Entries taken from a collection
▼

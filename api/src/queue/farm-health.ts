import { Queue } from 'bullmq';
import { Redis } from 'ioredis';
import { QUEUE_NAMES, QUEUE_PREFIX, type QueueName } from '../../../shared/jobs.js';
import { closeConnection, withinBudget } from './redis-ready.js';
import { workerHeartbeatSchema, type WorkerHeartbeat } from '../../../shared/api/admin.js';

/**
 * What the admin console reads from the farm: queue depths, worker heartbeats, active and failed
 * jobs, through BullMQ's Queue API (read-only, plus retrying a failed job). One connection per
 * reader, opened lazily, so a process that never shows the farm page never connects.
 */
export interface FarmSnapshot {
  queues: { queue: QueueName; waiting: number; byPriority: { priority: number; jobs: number }[]; active: number; delayed: number; failed: number; completed: number; paused: boolean }[];
  workers: WorkerHeartbeat[];
  bullWorkers: number;
  failed: { queue: QueueName; jobId: string; name: string; runId: string | null; error: string; attemptsMade: number; failedAt: Date | null }[];
}

export interface FarmHealth {
  snapshot(): Promise<FarmSnapshot>;
  /** move a failed job back to waiting; null when the queue has no such failed job */
  retry(queue: string, jobId: string): Promise<{ name: string; runId: string | null } | null>;
  close(): Promise<void>;
}

/** the snapshot reads every queue (a few dozen commands): more than one call's budget, still prompt */
const SNAPSHOT_MS = 5000;

const runIdOf = (data: unknown) => (data && typeof data === 'object' && typeof (data as { runId?: unknown }).runId === 'string' ? (data as { runId: string }).runId : null);

export function createFarmHealth(redisUrl: string, options: { prefix?: string } = {}): FarmHealth {
  const prefix = options.prefix ?? QUEUE_PREFIX;
  let connection: Redis | null = null;
  const queues = new Map<QueueName, Queue>();
  // errors reach the caller through withinBudget; without a listener ioredis prints each reconnect failure
  const conn = () => (connection ??= new Redis(redisUrl, { maxRetriesPerRequest: null }).on('error', () => {}));
  const queueFor = (name: QueueName) => {
    let q = queues.get(name);
    if (!q) queues.set(name, (q = new Queue(name, { connection: conn(), prefix })));
    return q;
  };
  const names = Object.values(QUEUE_NAMES);

  async function heartbeats(): Promise<WorkerHeartbeat[]> {
    const redis = conn();
    const keys: string[] = [];
    let cursor = '0';
    do {
      const [next, batch] = await redis.scan(cursor, 'MATCH', `${prefix}:workers:*`, 'COUNT', 200);
      keys.push(...batch);
      cursor = next;
    } while (cursor !== '0');
    if (keys.length === 0) return [];
    const values = await redis.mget(...keys);
    return values
      .map((v) => (v ? workerHeartbeatSchema.safeParse(JSON.parse(v)) : null))
      .flatMap((p) => (p?.success ? [p.data] : []))
      .sort((a, b) => a.host.localeCompare(b.host) || a.pid - b.pid);
  }

  return {
    // within a budget each (redis-ready.ts): the admin page and a retry answer 503 while Redis is away
    snapshot: () => withinBudget(conn(), async () => {
      const out: FarmSnapshot = { queues: [], workers: await heartbeats(), bullWorkers: 0, failed: [] };
      for (const name of names) {
        const q = queueFor(name);
        const c = await q.getJobCounts('waiting', 'prioritized', 'active', 'delayed', 'failed', 'completed');
        const byPriority = new Map<number, number>();
        if ((c.waiting ?? 0) > 0) byPriority.set(0, c.waiting ?? 0);
        for (const job of await q.getPrioritized(0, 999)) byPriority.set(job.opts.priority ?? 0, (byPriority.get(job.opts.priority ?? 0) ?? 0) + 1);
        out.queues.push({
          queue: name,
          waiting: (c.waiting ?? 0) + (c.prioritized ?? 0),
          byPriority: [...byPriority.entries()].sort((a, b) => a[0] - b[0]).map(([priority, jobs]) => ({ priority, jobs })),
          active: c.active ?? 0,
          delayed: c.delayed ?? 0,
          failed: c.failed ?? 0,
          completed: c.completed ?? 0,
          paused: await q.isPaused(),
        });
        out.bullWorkers += await q.getWorkersCount();
        for (const job of await q.getFailed(0, 49)) {
          out.failed.push({
            queue: name,
            jobId: job.id ?? '',
            name: job.name,
            runId: runIdOf(job.data),
            error: job.failedReason || 'failed without a message',
            attemptsMade: job.attemptsMade,
            failedAt: job.finishedOn ? new Date(job.finishedOn) : null,
          });
        }
      }
      out.failed.sort((a, b) => (b.failedAt?.getTime() ?? 0) - (a.failedAt?.getTime() ?? 0));
      return out;
    }, SNAPSHOT_MS),
    async retry(queue, jobId) {
      const name = names.find((n) => n === queue);
      if (!name) return null;
      return withinBudget(conn(), async () => {
        const job = await queueFor(name).getJob(jobId);
        if (!job || !(await job.isFailed())) return null;
        await job.retry('failed');
        return { name: job.name, runId: runIdOf(job.data) };
      });
    },
    async close() {
      await Promise.all([...queues.values()].map((q) => q.close()));
      queues.clear();
      if (connection) await closeConnection(connection);
      connection = null;
    },
  };
}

▲

Please say how many lines of the records contain the word "completed", giving the number by itself.

» Written response
3